Stored data

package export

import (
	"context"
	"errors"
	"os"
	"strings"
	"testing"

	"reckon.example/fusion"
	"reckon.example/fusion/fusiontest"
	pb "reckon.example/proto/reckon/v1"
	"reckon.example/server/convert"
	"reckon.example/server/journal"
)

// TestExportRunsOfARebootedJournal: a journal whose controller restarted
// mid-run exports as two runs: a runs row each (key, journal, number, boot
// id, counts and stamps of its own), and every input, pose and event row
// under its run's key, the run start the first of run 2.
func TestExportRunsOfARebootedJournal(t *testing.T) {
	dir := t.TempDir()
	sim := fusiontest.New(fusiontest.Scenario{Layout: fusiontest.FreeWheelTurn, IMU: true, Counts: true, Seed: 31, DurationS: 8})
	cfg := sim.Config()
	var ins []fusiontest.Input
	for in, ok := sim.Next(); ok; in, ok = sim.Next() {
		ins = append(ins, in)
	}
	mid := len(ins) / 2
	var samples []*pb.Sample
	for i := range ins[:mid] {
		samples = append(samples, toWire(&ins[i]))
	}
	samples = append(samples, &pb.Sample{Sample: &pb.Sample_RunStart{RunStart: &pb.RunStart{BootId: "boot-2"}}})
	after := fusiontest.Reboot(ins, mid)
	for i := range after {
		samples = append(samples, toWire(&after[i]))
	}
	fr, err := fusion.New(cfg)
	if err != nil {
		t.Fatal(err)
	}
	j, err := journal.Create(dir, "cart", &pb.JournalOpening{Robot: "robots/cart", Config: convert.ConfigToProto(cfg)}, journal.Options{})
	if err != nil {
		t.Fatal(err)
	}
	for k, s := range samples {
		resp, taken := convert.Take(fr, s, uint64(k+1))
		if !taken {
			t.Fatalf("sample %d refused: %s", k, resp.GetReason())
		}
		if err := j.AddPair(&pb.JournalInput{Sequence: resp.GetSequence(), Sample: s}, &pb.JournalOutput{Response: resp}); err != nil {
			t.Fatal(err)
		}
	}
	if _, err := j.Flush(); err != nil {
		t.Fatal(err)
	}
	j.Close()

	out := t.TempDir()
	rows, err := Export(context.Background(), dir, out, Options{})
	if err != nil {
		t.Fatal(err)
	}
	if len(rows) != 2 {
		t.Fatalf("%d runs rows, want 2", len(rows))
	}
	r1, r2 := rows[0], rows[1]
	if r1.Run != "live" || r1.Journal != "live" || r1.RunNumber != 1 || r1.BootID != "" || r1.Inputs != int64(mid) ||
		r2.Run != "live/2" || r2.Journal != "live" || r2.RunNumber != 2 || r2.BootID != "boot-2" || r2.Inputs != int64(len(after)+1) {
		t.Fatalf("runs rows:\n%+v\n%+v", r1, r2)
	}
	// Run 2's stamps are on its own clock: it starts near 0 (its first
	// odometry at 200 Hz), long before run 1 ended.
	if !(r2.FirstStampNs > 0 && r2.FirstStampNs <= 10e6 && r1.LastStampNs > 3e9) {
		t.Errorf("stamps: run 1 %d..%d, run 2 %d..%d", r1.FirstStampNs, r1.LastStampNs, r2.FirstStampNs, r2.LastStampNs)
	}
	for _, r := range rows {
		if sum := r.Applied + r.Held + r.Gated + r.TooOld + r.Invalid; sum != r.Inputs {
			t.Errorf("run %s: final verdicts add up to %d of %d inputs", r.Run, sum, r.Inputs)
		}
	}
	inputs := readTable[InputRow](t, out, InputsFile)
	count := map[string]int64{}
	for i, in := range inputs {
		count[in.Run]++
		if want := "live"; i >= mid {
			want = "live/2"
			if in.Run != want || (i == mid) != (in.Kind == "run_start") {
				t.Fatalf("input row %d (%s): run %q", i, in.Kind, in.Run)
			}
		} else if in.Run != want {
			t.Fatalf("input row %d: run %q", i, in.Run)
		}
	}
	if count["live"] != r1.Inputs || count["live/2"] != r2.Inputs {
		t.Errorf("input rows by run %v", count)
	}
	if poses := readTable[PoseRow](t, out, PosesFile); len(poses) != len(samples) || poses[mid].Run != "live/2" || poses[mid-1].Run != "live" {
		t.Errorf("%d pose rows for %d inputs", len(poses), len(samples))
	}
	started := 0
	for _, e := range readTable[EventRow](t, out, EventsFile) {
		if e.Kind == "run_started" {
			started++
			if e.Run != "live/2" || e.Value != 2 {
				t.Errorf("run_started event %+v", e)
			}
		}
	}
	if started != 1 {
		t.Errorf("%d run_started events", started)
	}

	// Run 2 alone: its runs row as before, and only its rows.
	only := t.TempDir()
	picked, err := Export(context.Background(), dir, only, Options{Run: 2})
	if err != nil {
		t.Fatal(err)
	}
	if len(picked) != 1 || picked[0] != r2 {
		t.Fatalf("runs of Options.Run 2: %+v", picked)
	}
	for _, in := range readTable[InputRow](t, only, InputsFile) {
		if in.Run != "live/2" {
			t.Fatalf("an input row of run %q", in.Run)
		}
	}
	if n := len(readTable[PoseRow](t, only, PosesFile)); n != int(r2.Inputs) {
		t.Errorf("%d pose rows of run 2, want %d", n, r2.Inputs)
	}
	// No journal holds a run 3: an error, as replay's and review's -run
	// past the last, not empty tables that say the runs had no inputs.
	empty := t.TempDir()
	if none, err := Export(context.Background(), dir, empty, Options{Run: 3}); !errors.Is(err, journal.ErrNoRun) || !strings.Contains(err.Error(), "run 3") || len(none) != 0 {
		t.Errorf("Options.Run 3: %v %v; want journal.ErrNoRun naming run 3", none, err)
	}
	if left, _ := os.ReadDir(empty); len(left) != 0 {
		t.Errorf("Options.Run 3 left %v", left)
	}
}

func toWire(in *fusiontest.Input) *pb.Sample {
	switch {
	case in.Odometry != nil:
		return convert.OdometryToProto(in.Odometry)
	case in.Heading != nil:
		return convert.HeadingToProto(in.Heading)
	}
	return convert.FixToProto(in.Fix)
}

#### HOW TO COMPLETE THIS TASK:
Return all of the entries exactly as they were supplied.

#### RESULT OF THIS TASK:
package export

import (
	"context"
	"errors"
	"os"
	"strings"
	"testing"

	"reckon.example/fusion"
	"reckon.example/fusion/fusiontest"
	pb "reckon.example/proto/reckon/v1"
	"reckon.example/server/convert"
	"reckon.example/server/journal"
)

// TestExportRunsOfARebootedJournal: a journal whose controller restarted
// mid-run exports as two runs: a runs row each (key, journal, number, boot
// id, counts and stamps of its own), and every input, pose and event row
// under its run's key, the run start the first of run 2.
func TestExportRunsOfARebootedJournal(t *testing.T) {
	dir := t.TempDir()
	sim := fusiontest.New(fusiontest.Scenario{Layout: fusiontest.FreeWheelTurn, IMU: true, Counts: true, Seed: 31, DurationS: 8})
	cfg := sim.Config()
	var ins []fusiontest.Input
	for in, ok := sim.Next(); ok; in, ok = sim.Next() {
		ins = append(ins, in)
	}
	mid := len(ins) / 2
	var samples []*pb.Sample
	for i := range ins[:mid] {
		samples = append(samples, toWire(&ins[i]))
	}
	samples = append(samples, &pb.Sample{Sample: &pb.Sample_RunStart{RunStart: &pb.RunStart{BootId: "boot-2"}}})
	after := fusiontest.Reboot(ins, mid)
	for i := range after {
		samples = append(samples, toWire(&after[i]))
	}
	fr, err := fusion.New(cfg)
	if err != nil {
		t.Fatal(err)
	}
	j, err := journal.Create(dir, "cart", &pb.JournalOpening{Robot: "robots/cart", Config: convert.ConfigToProto(cfg)}, journal.Options{})
	if err != nil {
		t.Fatal(err)
	}
	for k, s := range samples {
		resp, taken := convert.Take(fr, s, uint64(k+1))
		if !taken {
			t.Fatalf("sample %d refused: %s", k, resp.GetReason())
		}
		if err := j.AddPair(&pb.JournalInput{Sequence: resp.GetSequence(), Sample: s}, &pb.JournalOutput{Response: resp}); err != nil {
			t.Fatal(err)
		}
	}
	if _, err := j.Flush(); err != nil {
		t.Fatal(err)
	}
	j.Close()

	out := t.TempDir()
	rows, err := Export(context.Background(), dir, out, Options{})
	if err != nil {
		t.Fatal(err)
	}
	if len(rows) != 2 {
		t.Fatalf("%d runs rows, want 2", len(rows))
	}
	r1, r2 := rows[0], rows[1]
	if r1.Run != "live" || r1.Journal != "live" || r1.RunNumber != 1 || r1.BootID != "" || r1.Inputs != int64(mid) ||
		r2.Run != "live/2" || r2.Journal != "live" || r2.RunNumber != 2 || r2.BootID != "boot-2" || r2.Inputs != int64(len(after)+1) {
		t.Fatalf("runs rows:\n%+v\n%+v", r1, r2)
	}
	// Run 2's stamps are on its own clock: it starts near 0 (its first
	// odometry at 200 Hz), long before run 1 ended.
	if !(r2.FirstStampNs > 0 && r2.FirstStampNs <= 10e6 && r1.LastStampNs > 3e9) {
		t.Errorf("stamps: run 1 %d..%d, run 2 %d..%d", r1.FirstStampNs, r1.LastStampNs, r2.FirstStampNs, r2.LastStampNs)
	}
	for _, r := range rows {
		if sum := r.Applied + r.Held + r.Gated + r.TooOld + r.Invalid; sum != r.Inputs {
			t.Errorf("run %s: final verdicts add up to %d of %d inputs", r.Run, sum, r.Inputs)
		}
	}
	inputs := readTable[InputRow](t, out, InputsFile)
	count := map[string]int64{}
	for i, in := range inputs {
		count[in.Run]++
		if want := "live"; i >= mid {
			want = "live/2"
			if in.Run != want || (i == mid) != (in.Kind == "run_start") {
				t.Fatalf("input row %d (%s): run %q", i, in.Kind, in.Run)
			}
		} else if in.Run != want {
			t.Fatalf("input row %d: run %q", i, in.Run)
		}
	}
	if count["live"] != r1.Inputs || count["live/2"] != r2.Inputs {
		t.Errorf("input rows by run %v", count)
	}
	if poses := readTable[PoseRow](t, out, PosesFile); len(poses) != len(samples) || poses[mid].Run != "live/2" || poses[mid-1].Run != "live" {
		t.Errorf("%d pose rows for %d inputs", len(poses), len(samples))
	}
	started := 0
	for _, e := range readTable[EventRow](t, out, EventsFile) {
		if e.Kind == "run_started" {
			started++
			if e.Run != "live/2" || e.Value != 2 {
				t.Errorf("run_started event %+v", e)
			}
		}
	}
	if started != 1 {
		t.Errorf("%d run_started events", started)
	}

	// Run 2 alone: its runs row as before, and only its rows.
	only := t.TempDir()
	picked, err := Export(context.Background(), dir, only, Options{Run: 2})
	if err != nil {
		t.Fatal(err)
	}
	if len(picked) != 1 || picked[0] != r2 {
		t.Fatalf("runs of Options.Run 2: %+v", picked)
	}
	for _, in := range readTable[InputRow](t, only, InputsFile) {
		if in.Run != "live/2" {
			t.Fatalf("an input row of run %q", in.Run)
		}
	}
	if n := len(readTable[PoseRow](t, only, PosesFile)); n != int(r2.Inputs) {
		t.Errorf("%d pose rows of run 2, want %d", n, r2.Inputs)
	}
	// No journal holds a run 3: an error, as replay's and review's -run
	// past the last, not empty tables that say the runs had no inputs.
	empty := t.TempDir()
	if none, err := Export(context.Background(), dir, empty, Options{Run: 3}); !errors.Is(err, journal.ErrNoRun) || !strings.Contains(err.Error(), "run 3") || len(none) != 0 {
		t.Errorf("Options.Run 3: %v %v; want journal.ErrNoRun naming run 3", none, err)
	}
	if left, _ := os.ReadDir(empty); len(left) != 0 {
		t.Errorf("Options.Run 3 left %v", left)
	}
}

func toWire(in *fusiontest.Input) *pb.Sample {
	switch {
	case in.Odometry != nil:
		return convert.OdometryToProto(in.Odometry)
	case in.Heading != nil:
		return convert.HeadingToProto(in.Heading)
	}
	return convert.FixToProto(in.Fix)
}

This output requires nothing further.